● **What the task requires**
Going line by line through the data below, report how many lines include the word "addChoice", with nothing added.

● **Dataset records**
package service

import (
	"context"
	"runtime"

	"google.golang.org/grpc/codes"

	pb "limitary/api/limitary/v1"
	"limitary/internal/definition"
	"limitary/internal/rules"
	"limitary/internal/runlength"
	"limitary/internal/runlength/effort"
)

const (
	// RunLengthUnitsMax bounds the work of one RunLength of the service, in operations: ten seconds or so of a processor.
	RunLengthUnitsMax = 10_000_000_000
	// RunLengthWaitingMax bounds the calls that wait for their turn.
	RunLengthWaitingMax = 16
)

// runLengthTurns and runLengthQueue keep long computations from taking the processors that judging needs: half of them,
// at least one, compute at a time.
var (
	runLengthTurns = make(chan struct{}, max(1, runtime.GOMAXPROCS(0)/2))
	runLengthQueue = make(chan struct{}, RunLengthWaitingMax+cap(runLengthTurns))
)

// RunLength tells what rules cost and what they catch. It waits for its turn, and ends with its context.
func (*RuleService) RunLength(ctx context.Context, in *pb.RunLengthRequest) (*pb.RunLengthResponse, error) {
	question, err := runLengthFromProto(in)
	if err != nil {
		return nil, err
	}
	select {
	case runLengthQueue <- struct{}{}:
		defer func() { <-runLengthQueue }()
	default:
		return nil, withInfo(codes.ResourceExhausted, "as many run lengths wait already as may; repeating this one later is safe", definition.Unavailable, "").Err()
	}
	select {
	case runLengthTurns <- struct{}{}:
		defer func() { <-runLengthTurns }()
	case <-ctx.Done():
		return nil, ctx.Err()
	}
	result, err := question.answer(effort.New(ctx, RunLengthUnitsMax), nil)
	if err != nil {
		return nil, err
	}
	return result.Message, nil
}

// RunLengthResult is an answer of RunLength, and what was computed for it.
type RunLengthResult struct {
	Message *pb.RunLengthResponse
	Answer  *runlength.Answer
	// Request is the question as it was understood.
	Request runlength.Request
}

// AnswerRunLength answers as the service does, within the limit of a meter, for commands that need no service. Progress,
// where set, is told what is being done and how much of it is.
func AnswerRunLength(meter *effort.Meter, in *pb.RunLengthRequest, progress func(what string, done, of int)) (*RunLengthResult, error) {
	question, err := runLengthFromProto(in)
	if err != nil {
		return nil, err
	}
	return question.answer(meter, progress)
}

// runLengthQuestion is a request in the domain's words.
type runLengthQuestion struct {
	request  runlength.Request
	rates    bool
	marginal bool
	choice   *runlength.ChoiceRequest
	real     *runlength.RealisedRequest
	workload *pb.WorkloadRequest
	// plain says that the rules came without a trace, which paths in errors then do not name.
	plain bool
}

// answer computes everything asked for.
func (q *runLengthQuestion) answer(meter *effort.Meter, progress func(string, int, int)) (*RunLengthResult, error) {
	if progress == nil {
		progress = func(string, int, int) {}
	}
	out := &pb.RunLengthResponse{Judge: rules.JudgeNumber, ShiftUnit: pb.ShiftUnit(q.request.ShiftUnit) + pb.ShiftUnit_SHIFT_UNIT_STANDARD_ERRORS}
	answer, err := q.rows(meter, progress)
	if err != nil {
		return nil, q.refusal(err)
	}
	out.EndingRules, out.States = answer.Ending, int32(answer.States)
	for i := range answer.Rows {
		out.Rows = append(out.Rows, rowToProto(&answer.Rows[i], answer.Quantiles, answer.Horizons))
	}
	for _, part := range []func() error{
		func() error { return q.addRates(meter, out) },
		func() error { return q.addMarginals(meter, answer, out) },
		func() error { return q.addChoice(meter, out, progress) },
		func() error { return q.addReal(meter, out, progress) },
	} {
		if err := part(); err != nil {
			return nil, q.refusal(err)
		}
	}
	return &RunLengthResult{Message: out, Answer: answer, Request: q.request}, nil
}

// rows answers shift by shift, so that progress can be told.
func (q *runLengthQuestion) rows(meter *effort.Meter, progress func(string, int, int)) (*runlength.Answer, error) {
	progress("run lengths", 0, max(1, len(q.request.Shifts)))
	answer, err := runlength.With(meter, q.request)
	if err == nil {
		progress("run lengths", len(answer.Rows), len(answer.Rows))
	}
	return answer, err
}

func (q *runLengthQuestion) addRates(meter *effort.Meter, out *pb.RunLengthResponse) error {
	if !q.rates && q.workload == nil {
		return nil
	}
	rates, err := runlength.LongRunWith(meter, q.request)
	if err != nil {
		return err
	}
	for i := range rates {
		out.Rows[i].Rates = ratesToProto(&rates[i])
		if w := q.workload; w != nil {
			load := rates[i].Workload(int(w.Tracks), w.PointsPerDay)
			out.Rows[i].Workload = &pb.Workload{PointsPerWeek: load.PointsPerWeek, SignalsPerWeek: load.SignalsPerWeek, PointsFlaggedPerWeek: load.PointsFlaggedPerWeek}
		}
	}
	return nil
}

func (q *runLengthQuestion) addMarginals(meter *effort.Meter, answer *runlength.Answer, out *pb.RunLengthResponse) error {
	if !q.marginal {
		return nil
	}
	r := q.request
	r.Shifts = nil // the customary ones, which the table is for
	for _, s := range q.request.Shifts {
		if s != 0 {
			r.Shifts = append(r.Shifts, s)
		}
	}
	table, err := runlength.MarginalsWith(meter, r)
	if err != nil {
		return err
	}
	for i := range table {
		line := &table[i]
		row := &pb.MarginalRow{
			Rule: line.ID, Trace: roleToProto(line.Trace), InControl: rowToProto(&line.InControl, answer.Quantiles, answer.Horizons),
			FalseAlarmsPer_1000: line.FalseAlarmsPer1000, FalseAlarmsAddedPer_1000: line.Added, PointsSaved: line.Saved, AloneArl: line.Alone.ARL,
		}
		for j := range line.Shifted {
			row.Shifted = append(row.Shifted, rowToProto(&line.Shifted[j], answer.Quantiles, answer.Horizons))
		}
		out.MarginalTable = append(out.MarginalTable, row)
	}
	return nil
}

func (q *runLengthQuestion) addChoice(meter *effort.Meter, out *pb.RunLengthResponse, progress func(string, int, int)) error {
	if q.choice == nil {
		return nil
	}
	c := *q.choice
	c.Request = q.request
	c.Progress = func(done, of int) { progress("subsets", done, of) }
	found, err := runlength.ChooseWith(meter, c)
	if err != nil {
		return err
	}
	for i := range found {
		one := &found[i]
		out.Candidates = append(out.Candidates, &pb.RuleCandidate{
			Rules: one.Rules, Label: one.Label, WithinBudget: one.Within, Rank: int32(one.Rank),
			InControl: rowToProto(&one.InControl, nil, nil), Shifted: rowToProto(&one.Shifted, nil, nil),
		})
	}
	return nil
}

func (q *runLengthQuestion) addReal(meter *effort.Meter, out *pb.RunLengthResponse, progress func(string, int, int)) error {
	if q.real == nil {
		return nil
	}
	r := *q.real
	r.Request = q.request
	r.Progress = func(done, of int) { progress("limits from data", done, of) }
	found, err := runlength.RealiseWith(meter, r)
	if err != nil {
		return err
	}
	out.RealLimits = realisedToProto(found)
	return nil
}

● **Result**
2